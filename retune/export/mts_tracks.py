"""From notes on their channels and what these are told to the events of one track a part.

Order at one tick: note-offs, then set-up and tuning, lyrics, note-ons (RP-001 orders nothing
between tracks, so that tuning stands in the track of the notes that need it; the tables of a bulk
dump alone, all of them at the start, stand in the first track).
"""

from __future__ import annotations

from collections.abc import Iterator, Mapping, Sequence
from operator import itemgetter

from retune.adapters.midi import Control, Event, Meta, MetaType, NoteOff, NoteOn, Program, RawTrack
from retune.export.midi_channels import PERCUSSION, Lane
from retune.export.midi_text import lyric_bytes, text_bytes
from retune.export.midi_tracks import CENTRE, FULL_VOLUME
from retune.export.mts_messages import Tables, select

_VOLUME, _PAN, _RESET_CONTROLLERS = 7, 10, 121
_NAME, _OFF, _DUMP, _SETUP, _TUNE, _LYRIC, _ON = range(7)

_Timed = tuple[int, int, Event]
"""Tick, rank among the events of that tick, event."""


def tuned_tracks(
    names: Mapping[int, str],
    lanes: Sequence[Lane],
    mix: Mapping[int, tuple[int, int]],
    made: Tables,
    end: int,
    programs: bool,
) -> list[RawTrack]:
    """One track a part.

    Parameters
    ----------
    names : mapping
        Name by part, in the order of the tracks.
    lanes : sequence of Lane
        The channels with their notes.
    mix : mapping
        Volume and pan (0 left to 127 right) by part.
    made : Tables
        What the channels are told.
    end : int
        The tick where the piece ends.
    programs : bool
        Whether each channel has the tuning program of its own number.
    """
    timed: dict[int, list[_Timed]] = {
        part: [(0, _NAME, Meta(MetaType.TRACK_NAME, text_bytes(name)))]
        for part, name in names.items()
    }
    for lane in lanes:
        home = lane.notes[0].part
        level, place = mix[home] if len(lane.parts) == 1 else (FULL_VOLUME, CENTRE)
        timed[home] += ((0, _SETUP, event) for event in _setup(lane, level, place, programs))
        for note in lane.notes:
            events = timed[note.part]
            events.append((note.on, _ON, NoteOn(lane.channel, note.key, note.velocity)))
            events.append((note.off, _OFF, NoteOff(lane.channel, note.key)))
            if words := lyric_bytes(note.lyric):
                events.append((note.on, _LYRIC, Meta(MetaType.LYRIC, words)))
    for told in made.told:
        timed[told.part] += ((told.tick, _TUNE, event) for event in told.events)
    timed[next(iter(names))] += ((0, _DUMP, dump) for dump in made.dumps)
    return [_track(events, end) for events in timed.values()]


def _setup(lane: Lane, level: int, place: int, programs: bool) -> Iterator[Event]:
    """What a channel is told at the start; controllers are reset first, as that may undo a
    tuning."""
    yield Control(lane.channel, _RESET_CONTROLLERS, 0)
    yield Program(lane.channel, lane.program)
    yield Control(lane.channel, _VOLUME, level)
    yield Control(lane.channel, _PAN, place)
    if programs and lane.channel != PERCUSSION:
        yield from select(lane.channel, lane.channel)


def _track(timed: list[_Timed], end: int) -> RawTrack:
    timed.sort(key=itemgetter(0, 1))
    return RawTrack(tuple((tick, event) for tick, _, event in timed), end)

**Task**.
Retype exactly the lines of the data above that fall between the line with "made : Tables" and the line with "timed[home] += ((0, _SETUP, event)", inclusive, and add nothing.

**Response box**.
    made : Tables
        What the channels are told.
    end : int
        The tick where the piece ends.
    programs : bool
        Whether each channel has the tuning program of its own number.
    """
    timed: dict[int, list[_Timed]] = {
        part: [(0, _NAME, Meta(MetaType.TRACK_NAME, text_bytes(name)))]
        for part, name in names.items()
    }
    for lane in lanes:
        home = lane.notes[0].part
        level, place = mix[home] if len(lane.parts) == 1 else (FULL_VOLUME, CENTRE)
        timed[home] += ((0, _SETUP, event) for event in _setup(lane, level, place, programs))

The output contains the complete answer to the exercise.